It is night – you’re alone. Find a library and don’t read. Cracks against the cold. The hourglass looks so full still. I know it’s you. I know your face in the dark. You fill out another form. You’re on hold, trying to answer questions you barely understand. Keep still.
Read the birds. The policeman’s eyes narrow when he meets your gaze. Read the gravel in the tracks. The bus driver asks to see your ticket. Read the asphalt cracks. The administrator denies your request. Except for the mirrors, the walls are white. Don’t love what you hate. They tell you to try harder. I won’t leave you.
The windows are sparkling from last night’s rain. A letter arrives. You move to the kettle. The pages wait in a sheaf. Have you said goodbye? You gather the crumbs of tea and let them rain
into the waste bin. You will die in twelve days. Faces in the air like the peal of bells. Keep still, keep still. Deliberately, you avoid the hourglass. The soft sift of sand is so high the sound is invisible.
You’re going somewhere, or going nowhere. Winter numbs your hands. You leaf through thrillers, best-sellers, books about politics.

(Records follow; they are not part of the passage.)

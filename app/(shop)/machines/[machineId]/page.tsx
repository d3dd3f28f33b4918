// One machine: its profile (every field, with units and what it does), its tools, its
// versions, and for admins and programmers the ways to change it. Archived machines stay
// readable here. Another shop's machine is a 404.
import type { Metadata } from 'next';
import Link from 'next/link';
import { notFound } from 'next/navigation';
import { ConfirmAction } from '@/components/machines/confirm-action';
import { ProfileView } from '@/components/machines/profile-view';
import { ToolForm } from '@/components/machines/tool-form';
import { CalibrationSection } from '@/components/runs/calibration-section';
import { VersionsTable } from '@/components/machines/versions-table';
import { DataTable } from '@/components/ui/data-table';
import { Notice } from '@/components/ui/notice';
import { PageHeader } from '@/components/ui/page-header';
import { getMachine, listMachineVersions, machineRowToProfile } from '@/db/queries/machines';
import { getShopSettings } from '@/db/queries/shops';
import { whoMay } from '@/lib/auth/messages';
import { guardPage } from '@/lib/auth/page-guard';
import { canDo } from '@/lib/auth/roles';
import { formatLength, unitSymbol } from '@/lib/units/length';
import { formatMinor } from '@/lib/units/money';
import { HOLD_DOWN_LABELS, TOOL_KIND_LABELS } from '@/lib/validation/enums';
import { idSchema } from '@/lib/validation/ids';
import { addToolAction, removeMachineAction, restoreMachineAction } from '../actions';

export const metadata: Metadata = { title: 'Machine' };

type Props = { params: Promise<{ machineId: string }>; searchParams: Promise<Record<string, string | string[] | undefined>> };

const archivedWhen = new Intl.DateTimeFormat('en-GB', { dateStyle: 'long', timeZone: 'UTC' });

export default async function MachinePage({ params, searchParams }: Props) {
  const user = await guardPage('machines');
  const { machineId: raw } = await params;
  const id = idSchema.safeParse(raw);
  if (!id.success || !/^\d+$/.test(raw)) notFound();
  const [machine, versions, shop, query] = await Promise.all([getMachine(user.shopId, id.data), listMachineVersions(user.shopId, id.data), getShopSettings(user.shopId), searchParams]);
  if (!machine) notFound();
  const unit = shop.lengthUnit;
  const mayWrite = canDo(user.role, 'machines:write');
  const archived = machine.archivedAt !== null;
  const editable = mayWrite && !archived;
  const profile = machineRowToProfile(machine, machine.tools);
  const nextNumber = machine.tools.reduce((n, t) => Math.max(n, t.number), 0) + 1;

  // the version the save produced travels in the address, so the message stays true after later changes on the page
  const savedVersion = typeof query.v === 'string' && /^\d+$/.test(query.v) ? Number(query.v) : machine.version;
  const SAVED: Record<string, string> = {
    created: `${machine.name} added as version 1. Add its tools below.`,
    version: `Saved as version ${savedVersion}.`,
    same: `Saved. No profile field changed, so the profile stays version ${savedVersion}.`,
    'tool-version': `Tool saved; the profile is now version ${savedVersion}.`,
    'tool-same': `Tool saved. Only the description changed, so the profile stays version ${savedVersion}.`,
    'tool-removed': `Tool removed; the profile is now version ${savedVersion}.`,
  };
  const savedNotice = typeof query.saved === 'string' ? (SAVED[query.saved] ?? null) : null;

  return (
    <>
      <PageHeader
        title={machine.name}
        lead={`Profile version ${machine.version}${archived ? ' · archived' : ''}. Lengths in ${unit === 'inch' ? 'inches' : 'millimetres'}.`}
        actions={
          editable ? (
            <Link href={`/machines/${machine.id}/edit`} className="inline-flex min-h-target items-center rounded-md border-2 border-spruce bg-spruce px-4 font-bold text-white hover:bg-spruce-dark">
              Edit profile
            </Link>
          ) : null
        }
      />
      <div className="flex flex-col gap-8">
        {savedNotice ? <Notice tone="ok" title={savedNotice} role="status" /> : null}
        {archived ? (
          <Notice tone="note" title={`Archived on ${archivedWhen.format(machine.archivedAt!)}.`}>
            Estimates or jobs use this machine, so it is kept as it was. It is not offered for new jobs.
            {mayWrite ? (
              <div className="mt-3">
                <ConfirmAction
                  action={restoreMachineAction}
                  hidden={{ machineId: machine.id }}
                  label="Restore machine"
                  question={`Restore ${machine.name}? It will be offered for new jobs again.`}
                  confirmLabel="Yes, restore"
                  variant="secondary"
                />
              </div>
            ) : null}
          </Notice>
        ) : null}

        <section aria-labelledby="profile-title" className="flex flex-col gap-3">
          <h2 id="profile-title">Profile</h2>
          <dl className="grid gap-4 rounded-md border-2 border-rule bg-panel p-4 sm:grid-cols-2">
            <div>
              <dt className="font-bold">Hourly rate ({shop.currency} per hour)</dt>
              <dd className="figure">{formatMinor(machine.hourlyRateMinor, shop.currency)}</dd>
            </div>
            <div>
              <dt className="font-bold">Default hold-down</dt>
              <dd>{HOLD_DOWN_LABELS[machine.defaultHoldDown]}</dd>
            </div>
            <div>
              <dt className="font-bold">Vacuum level (kPa)</dt>
              <dd className="figure">{machine.defaultVacuumKpa === null ? 'not given' : machine.defaultVacuumKpa}</dd>
            </div>
          </dl>
          <ProfileView profile={profile} unit={unit} />
        </section>

        <section aria-labelledby="tools-title" className="flex flex-col gap-3">
          <h2 id="tools-title">Tools</h2>
          <p className="text-ink-soft">Adding, changing or removing a tool saves a new profile version; a new description alone does not.</p>
          <div className={`grid items-start gap-6 ${editable ? 'lg:grid-cols-[3fr_2fr]' : ''}`}>
            {machine.tools.length === 0 ? (
              <Notice tone="note" title="No tools yet." role="status">
                {editable ? 'Add the first one with the form.' : archived ? 'It was archived without tools.' : `${whoMay('machines:write', true)} can add tools.`}
              </Notice>
            ) : (
              <DataTable
                caption={`Tools of ${machine.name}`}
                rows={machine.tools}
                rowKey={(t) => t.id}
                columns={[
                  { key: 'number', header: 'Tool', numeric: true, cell: (t) => `T${t.number}` },
                  { key: 'diameter', header: `Diameter (${unitSymbol('length', unit)})`, numeric: true, cell: (t) => formatLength(t.diameterMm, unit) },
                  { key: 'flutes', header: 'Flutes', numeric: true, cell: (t) => t.flutes },
                  { key: 'kind', header: 'Kind', cell: (t) => TOOL_KIND_LABELS[t.kind] },
                  { key: 'description', header: 'Description', cell: (t) => t.description || '—' },
                  ...(editable
                    ? [
                        {
                          key: 'edit',
                          header: 'Change',
                          cell: (t: (typeof machine.tools)[number]) => (
                            <Link href={`/machines/${machine.id}/tools/${t.id}`} className="font-bold text-spruce underline underline-offset-4">
                              Edit<span className="sr-only"> tool {t.number}</span>
                            </Link>
                          ),
                        },
                      ]
                    : []),
                ]}
              />
            )}
            {editable ? <ToolForm machineId={machine.id} unit={unit} nextNumber={nextNumber} action={addToolAction} /> : null}
          </div>
        </section>

        <section aria-labelledby="versions-title" className="flex flex-col gap-3">
          <h2 id="versions-title">Versions</h2>
          <VersionsTable versions={versions} current={machine.version} unit={unit} />
        </section>
        <CalibrationSection user={user} machineId={machine.id} archived={archived} />

        {mayWrite && !archived ? (
          <section aria-labelledby="remove-title" className="flex flex-col gap-3">
            <h2 id="remove-title">Remove</h2>
            <ConfirmAction
              action={removeMachineAction}
              hidden={{ machineId: machine.id }}
              label="Remove machine"
              question={`Remove ${machine.name}? If estimates or jobs use it, it is archived instead: kept and readable, but no longer offered for new jobs.`}
              confirmLabel="Yes, remove"
            />
          </section>
        ) : null}
      </div>
    </>
  );
}
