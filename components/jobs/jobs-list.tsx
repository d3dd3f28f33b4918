'use client';
// The jobs table, fetched from GET /api/jobs with SWR and the shared fetcher, with
// its three other states: loading, empty and error (the error's own message).
import useSWR from 'swr';
import { DataTable, type Column } from '@/components/ui/data-table';
import { Notice } from '@/components/ui/notice';
import { Button } from '@/components/ui/button';
import type { AppError } from '@/lib/errors';
import { fetcher } from '@/lib/fetcher';
import { HOLD_DOWN_LABELS, type HoldDown, type JobStatus, type ZZero } from '@/lib/validation/enums';
import { JobStatusBadge } from './job-status-badge';

export interface JobListItem {
  id: number;
  title: string;
  customerName: string;
  materialName: string | null;
  sheetWidthMm: number;
  sheetLengthMm: number;
  sheetThicknessMm: number;
  zZero: ZZero;
  holdDown: HoldDown;
  vacuumKpa: number | null;
  quantity: number;
  status: JobStatus;
}

const mm = (v: number) => (Number.isInteger(v) ? String(v) : v.toFixed(1));

const columns: Column<JobListItem>[] = [
  { key: 'title', header: 'Job', cell: (j) => <span className="font-bold">{j.title}</span> },
  { key: 'customer', header: 'Customer', cell: (j) => j.customerName },
  { key: 'material', header: 'Material', cell: (j) => j.materialName ?? <span className="text-ink-soft">not set</span> },
  {
    key: 'sheet',
    header: 'Sheet W × L × T (mm)',
    cell: (j) => (
      <span className="figure whitespace-nowrap">
        {mm(j.sheetWidthMm)} × {mm(j.sheetLengthMm)} × {mm(j.sheetThicknessMm)}
      </span>
    ),
  },
  {
    key: 'hold',
    header: 'Hold-down',
    cell: (j) => (
      <>
        {HOLD_DOWN_LABELS[j.holdDown]}
        {j.holdDown === 'vacuum' && j.vacuumKpa !== null ? <span className="figure text-ink-soft"> {mm(j.vacuumKpa)} kPa</span> : null}
      </>
    ),
  },
  { key: 'zero', header: 'Z zero', cell: (j) => (j.zZero === 'top' ? 'Top of stock' : 'Table surface') },
  { key: 'qty', header: 'Qty', numeric: true, cell: (j) => j.quantity },
  { key: 'status', header: 'Status', cell: (j) => <span className="whitespace-nowrap"><JobStatusBadge status={j.status} /></span> },
];

export function JobsList() {
  const { data, error, isLoading, mutate } = useSWR<{ jobs: JobListItem[] }, AppError>('/api/jobs', fetcher);

  if (error) {
    return (
      <Notice tone="fault" title="The jobs could not be loaded." role="alert">
        <p>{error.message}</p>
        <Button variant="secondary" className="mt-3" onClick={() => mutate()}>
          Try again
        </Button>
      </Notice>
    );
  }
  if (isLoading || !data) {
    return (
      <div role="status" aria-live="polite" className="flex items-center gap-3 rounded-md border-2 border-dashed border-rule p-6 text-ink-soft">
        <span aria-hidden="true" className="h-5 w-5 animate-spin rounded-full border-4 border-rule-light border-t-spruce" />
        Loading jobs…
      </div>
    );
  }
  if (data.jobs.length === 0) {
    return <Notice tone="note" title="No jobs yet." role="status">A new job appears here as soon as it is created.</Notice>;
  }
  return <DataTable caption="Your shop's jobs" columns={columns} rows={data.jobs} rowKey={(j) => j.id} />;
}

A sticker says: love is love. Tinfoil
gathers at the bus stop bench. A pigeon picks its way across your path. A church bell reminds you more time has passed. Look, I’ll build a space out of language. Now there’s a chair: sit down. Let cracks accumulate. Gold fills this hourglass. Take a ballpoint pen that you found, cracked, at the library.
Find a chapel and don’t pray. Find a garden and don’t tend it. Find a museum and dawdle. The intimacy of nightfall is ours. A ball of string of unknown length – only the knowledge that its length is finite. Keep still, keep still. I’ll light candles. You needn’t understand.